Она поднесла алюминиевую кружку к губам сына (они тоже уже начинали терять свой цвет), и он с трудом глотнул воды, происходило нечто такое, чего нельзя было объяснить, никто не разговаривал, стояла тяжкая тишина, и Васек тоже боялся шевельнуться.

— Мам, ты мои тетрадки Ваське отдай, пусть возьмет, — попросил вдруг Костя, и Евдокии показалось, что он глядит куда-то сквозь нее. — Пусть они у него будут…

— Да что ты, сынок! Сейчас доктор приедет, — сказала, с трудом шевеля губами, Евдокия, и сердце у нее сжала какая-то непереносимая жуть.

— Отдашь, ладно? — переспросил Костя, не отрывая от ее лица голубых, теперь словно лучащихся и огромных глаз.

— Отдам, отдам, — твердо пообещала она, и между ними словно опала последняя преграда.

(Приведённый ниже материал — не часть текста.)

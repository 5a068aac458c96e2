// The one place that creates a Sequelize instance and registers every model and association.
// Used by the Nitro server (server/utils/db.ts) and by the migration/seed CLI (scripts/db.ts).
import pg from 'pg'
import { Sequelize } from 'sequelize'
import { initModels } from './models'

/** Opens a Sequelize instance on `url` with every model registered. */
export function createSequelize(url: string): Sequelize {
  // dialectModule: without it Nitro's tracer leaves `pg` out of the built server.
  const sequelize = new Sequelize(url, {
    dialect: 'postgres',
    dialectModule: pg,
    logging: false,
    pool: { max: 20, min: 0, idle: 10_000, acquire: 10_000 },
  })
  initModels(sequelize)
  return sequelize
}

— Тяжко, ох, мам! Тяжко… тяжко… — прошептал Костя. — Хоть бы поскорей, — добавил он уже совсем невнятно, и почти сразу что-то случилось, Васек, пятясь, увидел, как брат (тал мучительно что-то хватать губами. Он искал воздуха и не находил его и сразу вытянулся, затих и больше не шевелился. И только тогда Евдокия, непривычно чужая, почти тяжелая в своем просветленном спокойствии в общении с вечностью, шевельнулась и, не отнимая своей руки из мертвых уже рук сына, второй рукой потянулась и закрыла ему глаза. И тогда кто-то из баб невыносимо и долго закричал. Все вздрогнули, и только Евдокия медленно-медленно повернула голову, и под ее взглядом опять все стихло.

— Не кричите, не надо, — попросила она. — Не надо… мое это… уходите… все уходите, — потребовала она, и изба опустела. И Васек под ее взглядом тоже попятился и вышел, он не мог произнести ни слова, и когда к нему, чтото тихо говоря, потянулась соседка, тетка Пелагея, он в страхе отскочил в сторону и, не разбирая дороги, бросился в сад, затем в огород, в поле, прямо в сверкающий майский дождь и гул, в первый и последний раз он боялся людей.